Made on a £2M budget, Trainspotting is the sophomore film from the team behind Shallow Grave, and it outgrew its modest indie roots to become a bona fide cultural phenomenon.
Danny Boyle remembers: “We kind of careered into the first one. We had just made Shallow Grave, which had done quite well, and suddenly everybody wanted us to make another one. We had Irvine Welsh’s extraordinary book Trainspotting and it continued to haunt us. John Hodge started working on the script and, straightaway, you just knew we were going to make it. He delivered about 20 pages and it was just like ‘yeah, we’ll do that’. So we basically just tumbled into it.”
Producer Andrew Macdonald says “We were worried at the time that the film wouldn’t work because it dealt with drugs and youth culture, and seemed so specifically Scottish. We weren’t sure anybody would understand it. But, loving the book, we were desperate to make it.”
“The great thing was to be fully inexperienced” says screenwriter John Hodge. “If you haven’t done much before, you won’t be too surprised by what happens. We just set out to make an entertaining film back then. We were finishing the script in production, and so only gradually became aware of the groundswell of interest increasing. I hoped the way we humanised the heroes and stepped away from a traditional victim portrayal would ring true. And, like the book, Trainspotting gave the characters a sense of humour and a sense of insight, which was traditionally denied them. This was controversial. People liked it, and didn’t like it, for the same reasons.”

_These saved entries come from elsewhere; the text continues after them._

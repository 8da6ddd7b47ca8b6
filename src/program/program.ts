import type { Circuit, Condition, NoiseOverride, Operation } from '../circuit/circuit.js';
import type { Instruction, Origin } from '../engine/instruction.js';
import type { RecordInstruction, RecordProgram } from '../engine/recordProgram.js';
import { plainKinds, type NoiseKindsSpec } from '../format/noiseKindsSpec.js';
import { ProblemList, type SourcePosition } from '../format/problem.js';
import { CustomChannelError, ErrorSolveError, gateNoise, idleChannel, type QubitDecay } from '../noise/gateNoise.js';
import type { NoiseProfile } from '../noise/profile.js';
import type { IdleWindow, Schedule } from '../schedule/schedule.js';

export type { Origin } from '../engine/instruction.js';

/**
 * A scheduled circuit with its noise, as instruction lists for the engine: the noisy run
 * (every gate, channel and idle window, in an order consistent with each qubit's
 * timeline), and the ideal run (unitaries and resets only). In record mode (a circuit with
 * `into`) both runs are in `record` instead, and `noisy`, `origins` and `ideal` are empty.
 */
export interface Program {
  readonly n: number;
  readonly noisy: readonly Instruction[];
  /** origins[i] explains noisy[i]. */
  readonly origins: readonly Origin[];
  readonly ideal: readonly Instruction[];
  /** The record-mode program (null for a version-1 circuit). */
  readonly record: RecordProgram | null;
}

/**
 * Builds the instruction lists. Channels on disjoint qubits commute, so emitting every
 * operation in program order, each preceded by the idle windows that end at its start on
 * its own qubits, reproduces the timed evolution exactly. In record mode the same holds for
 * measurements (an instrument on its own qubit) and conditioned steps: a bit's reads and
 * writes are in program order, and the schedule never depends on outcomes.
 */
export function buildProgram(circuit: Circuit, profile: NoiseProfile, schedule: Schedule, problems: ProblemList): Program {
  const n = circuit.register.n;
  const noisy: Instruction[] = [];
  const origins: Origin[] = [];
  const ideal: Instruction[] = [];
  const recordMode = circuit.bits !== null;
  const recNoisy: RecordInstruction[] = [];
  const recIdeal: RecordInstruction[] = [];
  // The condition of the operation being emitted (record mode) and which side of it.
  let when: { condition: Condition; holds: boolean } | undefined;
  const selection = () => (when === undefined ? {} : { when: { condition: when.condition.terms, holds: when.holds } });
  const pushNoisy = (instruction: Instruction, origin: Origin): void => {
    if (recordMode) recNoisy.push({ kind: 'apply', instruction, origin, ...selection() });
    else {
      noisy.push(instruction);
      origins.push(origin);
    }
  };
  const pushIdeal = (instruction: Instruction, origin: Origin): void => {
    if (recordMode) recIdeal.push({ kind: 'apply', instruction, origin, ...selection() });
    else ideal.push(instruction);
  };
  const decay = (q: number): QubitDecay => profile.qubits[q]!;
  const channels = circuit.channels;
  const seen = new Set<string>();
  const warnOnce = (at: SourcePosition, code: string, message: string): void => {
    const key = `${at.line}:${at.col}:${message}`;
    if (!seen.has(key)) {
      seen.add(key);
      problems.warn(at, code, message);
    }
  };
  const emitIdle = (w: IdleWindow): void => {
    if (profile.idle !== 'thermal') return;
    const ch = idleChannel(decay(w.qubit), w.end - w.start);
    if (ch === undefined) return;
    pushNoisy({ op: 'channel', qubits: [w.qubit], kraus: ch.kraus }, { step: -1, what: `idle ${Number((w.end - w.start).toPrecision(6))} ns` });
  };
  /** Thermal relaxation of qubit q for `time` ns during step `step` (a measurement, or a step whose condition fails). */
  const emitThermal = (step: number, q: number, time: number, what: string): void => {
    const ch = idleChannel(decay(q), time);
    if (ch !== undefined) pushNoisy({ op: 'channel', qubits: [q], kraus: ch.kraus }, { step, what });
  };
  const emitNoise = (
    op: Operation,
    label: string,
    k: number,
    qubits: readonly number[],
    duration: number,
    thermal: boolean,
    kinds: NoiseKindsSpec,
  ): void => {
    try {
      const gn = gateNoise({
        k,
        duration,
        thermal,
        decay: qubits.map(decay),
        kinds: plainKinds(kinds),
        channels,
      });
      if (gn.warning !== undefined) warnOnce(kinds.error?.at ?? op.at, 'error-below-coherence-limit', `${label}: ${gn.warning}`);
      for (const c of gn.channels) {
        pushNoisy({ op: 'channel', qubits: c.targets.map((t) => qubits[t]!), kraus: c.kraus }, { step: op.step, what: c.source === 'thermal' ? `thermal during ${label}` : c.source });
      }
    } catch (e) {
      if (e instanceof ErrorSolveError) {
        problems.error(kinds.error?.at ?? op.at, 'error-unreachable', `${label}: ${e.message}`);
      } else if (e instanceof CustomChannelError) {
        problems.error(kinds.channel?.at ?? op.at, 'channel-arity', `${label}: ${e.message}`);
      } else throw e;
    }
  };
  const kindsOf = (override: NoiseOverride | undefined, fallback: NoiseKindsSpec): NoiseKindsSpec =>
    override !== undefined ? override.kinds : fallback;

  for (const item of schedule.items) {
    for (const w of item.idleBefore) emitIdle(w);
    const op = item.op;
    const stepName = `step ${op.step + 1}`;
    const condition = op.kind === 'gate' || op.kind === 'reset' || op.kind === 'channel' ? op.condition : undefined;
    when = condition === undefined ? undefined : { condition, holds: true };
    switch (op.kind) {
      case 'gate': {
        const entry = profile.gateEntry(op.name, op.qubits);
        const label = `${stepName} (${op.name} on ${op.qubits.join(', ')})`;
        pushNoisy({ op: 'unitary', qubits: op.qubits, matrix: op.unitary }, { step: op.step, what: op.name });
        pushIdeal({ op: 'unitary', qubits: op.qubits, matrix: op.unitary }, { step: op.step, what: op.name });
        emitNoise(op, label, op.qubits.length, op.qubits, item.end - item.start, entry.thermal, kindsOf(op.noise, entry.kinds));
        break;
      }
      case 'reset': {
        const q = op.qubits[0]!;
        pushNoisy({ op: 'reset', qubit: q }, { step: op.step, what: 'reset' });
        pushIdeal({ op: 'reset', qubit: q }, { step: op.step, what: 'reset' });
        emitNoise(op, `${stepName} (reset ${q})`, 1, op.qubits, 0, false, kindsOf(op.noise, profile.reset.kinds));
        break;
      }
      case 'channel':
        emitNoise(op, `${stepName} (noise on ${op.qubits.join(', ')})`, op.qubits.length, op.qubits, 0, false, op.noise.kinds);
        break;
      case 'measure': {
        if (op.bit === undefined) break; // terminal: the results stage reads it off the final state
        const q = op.qubits[0]!;
        const origin = { step: op.step, what: `measure ${q} into bit ${op.bit}` };
        const r = profile.qubits[q]!.readout;
        recNoisy.push({ kind: 'measure', qubit: q, bit: op.bit, zeroAsOne: r.zeroAsOne, oneAsZero: r.oneAsZero, origin });
        recIdeal.push({ kind: 'measure', qubit: q, bit: op.bit, zeroAsOne: 0, oneAsZero: 0, origin });
        // the measured qubit relaxes for the measurement's duration, whatever the idle mode
        emitThermal(op.step, q, item.end - item.start, `thermal during ${stepName} (measure ${q})`);
        break;
      }
      case 'idle':
      case 'barrier':
        break;
    }
    if (condition !== undefined && profile.idle === 'thermal') {
      // where the condition fails, the step's time is idle time on each of its qubits
      when = { condition, holds: false };
      for (const q of op.qubits) emitThermal(op.step, q, item.end - item.start, `idle during ${stepName} (condition fails)`);
    }
    when = undefined;
  }
  for (const w of schedule.trailingIdle) emitIdle(w);
  const record: RecordProgram | null = recordMode ? { bits: circuit.bits!.length, noisy: recNoisy, ideal: recIdeal } : null;
  return { n, noisy, origins, ideal, record };
}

For its many fans, the film provided an adrenalin jolt to a British movie scene dominated at the time by period dramas, social realism and romantic comedies. With its trippy visuals, propulsive soundtrack and cast of unforgettable anti-heroes—and supported by an innovative, in-your-face marketing campaign—Trainspotting caught the spirit of the times perfectly.
Danny Boyle loved the simplicity of the whole experience. “If you get the chance to make a few films you begin to learn things. That’s not necessarily a help. Sometimes films are at their best made in a state of blissful ignorance”.
Ewan McGregor, who plays Renton, remembers the first time he saw a cut of the film: “I went to see it in a small Soho screening room with my wife and my uncle. I remember just coming out and being completely blown away after. We were looking at each other, not really able to talk about what we’d seen. Brian Tufano’s cinematography, all the performances, Danny’s direction, the music … it was just like all of the elements were as good as they could be really. And so the chances were it wasn’t going to suck. And it didn’t.”